It is a well settled rule of law that a person cannot maintain an action if, in order to establish his cause of action, he must rely, in whole or in part, on an illegal or immoral act or transaction to which he is a party, or where he must base his cause of action, in whole or in part, on a violation by himself of the criminal or penal laws. 1 C.J.S., Actions, § 13, p. 996. See also 1 Am.Jur. (Actions) Sec. 16, p. 414, to the same effect.
In White v. Shawnee Milling Co., 94 Okl. 260, 221 P. 1029, 1031, recovery of damages was sought by a former railroad station agent on account of the loss of his job following his violation of a rule of the Interstate Commerce Commission in the issuance of a fictitious bill of lading at the request of the milling company. The rules of the Interstate Commerce Commission have the force of law, and the court denied recovery, stating among other things: "The action is founded upon an illegal act alleged to have been participated in by the plaintiff and some party, unnamed, but alleged to have been an employee of the defendant, and both plaintiff and defendant knew the acts were unlawful or forbidden."
After a citation of several cases, the court then quotes from a statement of Lord Mansfield in Holman v. Johnson, Comp. 343: "``The principle of public policy is this: "No court will lend its aid to a man who founds his cause of action upon an immoral or illegal act."'"

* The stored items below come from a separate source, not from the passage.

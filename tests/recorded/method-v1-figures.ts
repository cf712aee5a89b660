import { effectiveDof, standardUncertainty } from "@/lib/domain/results/effects";
import { readDeltaT, readResistance } from "@/lib/domain/results/methods/v1/cooling-curve";
import { equalCooling, equalNoise, reached } from "@/lib/domain/results/methods/v1/equal-noise";
import { dofOrNull, roundResult } from "@/lib/domain/results/rounding";
import { sessionFigures, splitFigure } from "@/lib/domain/results/session-figures";
import type { SessionRecord } from "@/lib/domain/results/session-record";

/** Everything that method 1 makes of a session, rounded as it is stored. */
export function methodV1Figures(session: SessionRecord, levelsDba: readonly number[]) {
  const { baseline, entries, leftOut } = sessionFigures(session);
  const subjects = [baseline, ...entries].flatMap((each) => (each ? [each] : []));
  return {
    leftOut,
    subjects: subjects.map(({ subject, points, curve, against }) => ({
      key: subject.key,
      points: points.map((point) => ({
        setSpeedRpm: point.setSpeedRpm,
        mounts: point.mounts,
        upperBound: point.upperBound,
        correctionDb: roundResult(point.correctionDb),
        level: splitFigure(point.correctedDba, point.levelEffects),
        deltaT: splitFigure(point.deltaTK, point.deltaTEffects),
        resistance: splitFigure(point.resistanceKPerW, point.deltaTEffects, 1 / point.powerW),
      })),
      against: [...against].map(([setSpeedRpm, figures]) => ({
        setSpeedRpm,
        levelIsBound: figures.levelIsBound,
        levelDifference: splitFigure(figures.levelDifferenceDb.value, figures.levelDifferenceDb.effects),
        deltaTDifference: splitFigure(figures.deltaTDifferenceK.value, figures.deltaTDifferenceK.effects),
        ratio: splitFigure(figures.resistanceRatio.value, figures.resistanceRatio.effects),
      })),
      readings: levelsDba.map((levelDba) => {
        const resistance = curve && readResistance(curve, levelDba);
        const deltaT = curve && readDeltaT(curve, levelDba);
        const equal = equalNoise(curve, baseline?.curve, levelDba);
        const cooling = equalCooling(curve, baseline?.curve, levelDba);
        return {
          levelDba,
          resistance: resistance ? splitFigure(resistance.value, resistance.effects) : null,
          deltaT: deltaT ? splitFigure(deltaT.value, deltaT.effects) : null,
          equalNoise: reached(equal)
            ? {
                ratio: splitFigure(equal.ratio, equal.ratioEffects),
                deltaT: splitFigure(equal.deltaTK, equal.deltaTEffects),
                difference: splitFigure(equal.differenceK, equal.differenceEffects),
                upperBound: equal.upperBound,
              }
            : equal.why,
          equalCooling: cooling
            ? {
                entryLevelDba: roundResult(cooling.entryLevelDba),
                differenceDb: roundResult(cooling.differenceDb),
                u: roundResult(standardUncertainty(cooling.effects)),
                dof: dofOrNull(effectiveDof(cooling.effects)),
              }
            : null,
        };
      }),
    })),
  };
}
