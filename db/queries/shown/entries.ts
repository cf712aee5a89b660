import {
  facetKeys,
  facets,
  indexPageSize,
  rangeKeys,
  ranges,
  type FacetKey,
  type IndexQuery,
  type SortKey,
} from "@/lib/contracts/index-query";
import type { Knex } from "knex";
import type { Handle } from "../../client/connect";

const listed = {
  entryId: "entry_id",
  slug: "design_slug",
  name: "design_name",
  letter: "revision_letter",
  designers: "designers",
  stages: "stages",
  counterRotating: "counter_rotating",
  bladesFirst: "blades_first",
  bladesSecond: "blades_second",
  handFirst: "hand_first",
  inletStack: "inlet_stack",
  inletStackMm: "inlet_stack_mm",
  spacerMm: "spacer_mm",
  struts: "struts",
  shroud: "shroud",
  frameKey: "frame_key",
  material: "material",
  licence: "licence",
  tipGapMm: "tip_gap_mm",
  solidityMid: "solidity_mid",
  pitchMidDeg: "pitch_mid_deg",
  massG: "mass_g",
  printTimeMin: "print_time_min",
  seasonSlug: "season_slug",
  seasonTitle: "season_title",
  roundNumber: "round_number",
  headlineDba: "headline_dba",
  equalNoiseK: "equal_noise_k",
  uEqualNoiseK: "u_equal_noise_k",
  dofEqualNoise: "dof_equal_noise_k",
  equalNoisePercent: "equal_noise_percent",
  uEqualNoisePercent: "u_equal_noise_percent",
  equalNoiseWhy: "equal_noise_why",
  equalCoolingDb: "equal_cooling_db",
  uEqualCoolingDb: "u_equal_cooling_db",
  dofEqualCooling: "dof_equal_cooling_db",
  levelDifferenceDb: "level_difference_db",
  uLevelDifferenceDb: "u_level_difference_db",
  dofLevelDifference: "dof_level_difference_db",
  loudnessSone: "loudness_sone",
  levelFullDba: "level_full_dba",
  uLevelFullDb: "u_level_full_db",
  dofLevelFull: "dof_level_full_db",
  levelFullBound: "level_full_bound",
  deltaTFullK: "delta_t_full_k",
  uDeltaTFullK: "u_delta_t_full_k",
  dofDeltaTFull: "dof_delta_t_full_k",
  fullSetSpeed: "full_set_speed",
  roundRank: "round_rank",
  roundRankLow: "round_rank_low",
  roundRankHigh: "round_rank_high",
  roundOf: "round_of",
  whyNotRanked: "why_not_ranked",
  corrections: "corrections",
  benchVersionId: "bench_version_id",
  protocolVersionId: "protocol_version_id",
  baselineUnitId: "baseline_unit_id",
} as const;

const sortColumns: Record<Exclude<SortKey, keyof typeof ranges | "match">, string> = {
  published: "published_at",
  name: "lower(design_name)",
  rank: "round_rank",
  leveldba: "level_full_dba",
  deltat: "delta_t_full_k",
};

const sortColumn = (key: SortKey): string =>
  key in ranges ? ranges[key as keyof typeof ranges].column : sortColumns[key as keyof typeof sortColumns];

/**
 * Words must all be in the name, the season's title, a designer's handle, the inlet stack or the material; errors of typing are the
 * search service's to forgive.
 */
function addWords(query: Knex.QueryBuilder, words: string): void {
  for (const word of words.split(/\s+/).filter(Boolean).slice(0, 10)) {
    const like = `%${word.replace(/[\\%_]/g, "\\$&")}%`;
    query.where((either) => {
      void either
        .whereILike("design_name", like)
        .orWhereILike("season_title", like)
        .orWhereILike("material", like)
        .orWhereILike("inlet_stack", like)
        .orWhereRaw("design_id in (select d.design_id from shown.designer d where d.handle ilike ?)", [like]);
    });
  }
}

function addFacet(query: Knex.QueryBuilder, facet: FacetKey, values: readonly string[]): void {
  const { column } = facets[facet];
  if (facet === "designer")
    void query.whereRaw("design_id in (select d.design_id from shown.designer d where d.handle = any (?::text[]))", [
      [...values],
    ]);
  else void query.whereRaw(`??::text = any (?::text[])`, [column, [...values]]);
}

/** Names that are what was typed first, then those that begin so, then the rest; each by the figure, coolest first. */
function addBestMatch(query: Knex.QueryBuilder, words: string): void {
  void query.orderByRaw("lower(design_name) = lower(?) desc, starts_with(lower(design_name), lower(?)) desc", [
    words,
    words,
  ]);
  void query.orderByRaw(`${ranges.equal.column} nulls last`);
}

/** Everything that the question asks but the facet or range that is being counted. */
export function asked(db: Handle, question: IndexQuery, without?: string): Knex.QueryBuilder {
  const query = db("shown.entry");
  addWords(query, question.q);
  for (const facet of facetKeys) {
    const values = question.facets[facet];
    if (values && values.length > 0 && facet !== without) addFacet(query, facet, values);
  }
  for (const range of rangeKeys) {
    const bounds = question.ranges[range];
    if (!bounds || range === without) continue;
    if (bounds.low !== null) void query.where(ranges[range].column, ">=", bounds.low);
    if (bounds.high !== null) void query.where(ranges[range].column, "<=", bounds.high);
  }
  return query;
}

export type ListedRow = { [K in keyof typeof listed]: unknown };

/** One page of matches; ties are broken by id so that paging is stable; what has no value comes last. */
export async function listEntries(db: Handle, question: IndexQuery): Promise<ListedRow[]> {
  const direction = question.descending ? "desc" : "asc";
  return asked(db, question)
    .select(listed)
    .modify((query) => {
      if (question.sort === "match") addBestMatch(query, question.q);
      else void query.orderByRaw(`${sortColumn(question.sort)} ${direction} nulls last`);
    })
    .orderBy("entry_id")
    .limit(indexPageSize)
    .offset((question.page - 1) * indexPageSize);
}

/** Rows by id, in the order of the ids; ids that are not public now are left out. */
export async function entriesByIds(db: Handle, { entryIds }: { entryIds: readonly string[] }): Promise<ListedRow[]> {
  const rows: (ListedRow & { entryId: string })[] = await db("shown.entry")
    .select(listed)
    .whereIn("entry_id", [...entryIds]);
  const byId = new Map(rows.map((row) => [row.entryId, row]));
  return entryIds.flatMap((id) => byId.get(id) ?? []);
}

/** How many match, how many there are, and over how many benches, protocols and baseline units the matches spread. */
export async function countEntries(
  db: Handle,
  question: IndexQuery,
): Promise<{ total: number; ofAll: number; comparables: number }> {
  const [matches, all] = await Promise.all([
    asked(db, question)
      .select(
        db.raw("count(*)::int as total"),
        db.raw("count(distinct (bench_version_id, protocol_version_id, baseline_unit_id))::int as comparables"),
      )
      .first<{ total: number; comparables: number } | undefined>(),
    db("shown.total").first<{ entries: number } | undefined>("entries"),
  ]);
  return { total: matches?.total ?? 0, comparables: matches?.comparables ?? 0, ofAll: all?.entries ?? 0 };
}
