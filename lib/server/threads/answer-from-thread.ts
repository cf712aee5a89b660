import { parentPort, workerData } from "node:worker_threads";
import { Refusal } from "@/lib/science/refusal";
import type { ThreadSaid } from "./run-thread";

const progressEveryMs = 250;
const say = (said: ThreadSaid): void => parentPort?.postMessage(said);

/** For a module that runs in a thread: works on the thread's order and tells the process what came of it. */
export function answerFromThread(work: (order: unknown, onProgress: (done: number) => void) => Promise<unknown>): void {
  let told = performance.now();
  const onProgress = (done: number): void => {
    if (performance.now() - told < progressEveryMs) return;
    told = performance.now();
    say({ kind: "progress", done });
  };
  work(workerData, onProgress).then(
    (result) => say({ kind: "done", result }),
    (error: unknown) => {
      if (!(error instanceof Refusal)) throw error;
      say({ kind: "refused", code: error.code, message: error.message, at: error.at });
    },
  );
}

In this case the plaintiff founds his claim for damages on the fact that he was not allowed to operate his truck on the public highways of this state in violation of its positive law.
In Lloyd v. North Carolina R. Co., 151 N.C. 536, 66 S.E. 604, 45 L.R.A.,N.S., 378, recovery was denied an employee for injuries *143 received while he was working longer than allowed by the laws of North Carolina. See also the annotation following this case on the same page, and the following cases: Boylston Bottling Co. v. O'Neill, 231 Mass. 498, 121 N.E. 411, 2 A.L.R. 902, with annotation at page 906; Mass. Bonding and Ins. Co. v. Gottlieb, Tex.Com.App., 15 S.W.2d 1020; Dixie Rubber Co. v. Catoe, 145 Miss. 342, 110 So. 670.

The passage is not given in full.